> What to work on
Using the listing, copy each whole line that features "SignInRoute".

> Record extracts

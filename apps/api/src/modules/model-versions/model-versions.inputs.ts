import {
  createModelVersionBodySchema,
  decideModelVersionBodySchema,
  diffModelVersionQuerySchema,
  listModelVersionsQuerySchema,
  modelVersionImpactBodySchema,
  retireModelVersionBodySchema,
  submitModelVersionBodySchema,
  updateModelVersionBodySchema,
} from "@plumeline/contracts";
import { idParams } from "../../http/id-params.js";
import type { ValidationSchemas } from "../../middleware/validate.js";

/** What each model-version endpoint accepts: the route validates it, the controller reads it typed. */
export const modelVersionsInputs = {
  list: { query: listModelVersionsQuerySchema },
  byId: { params: idParams },
  diff: { params: idParams, query: diffModelVersionQuerySchema },
  impact: { params: idParams, body: modelVersionImpactBodySchema },
  create: { body: createModelVersionBodySchema },
  update: { params: idParams, body: updateModelVersionBodySchema },
  submit: { params: idParams, body: submitModelVersionBodySchema },
  decide: { params: idParams, body: decideModelVersionBodySchema },
  retire: { params: idParams, body: retireModelVersionBodySchema },
} satisfies Record<string, ValidationSchemas>;
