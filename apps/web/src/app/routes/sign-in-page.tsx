import { SignInRoute } from "@/features/auth/routes/sign-in";
export default SignInRoute;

> Your response
import { SignInRoute } from "@/features/auth/routes/sign-in";
export default SignInRoute;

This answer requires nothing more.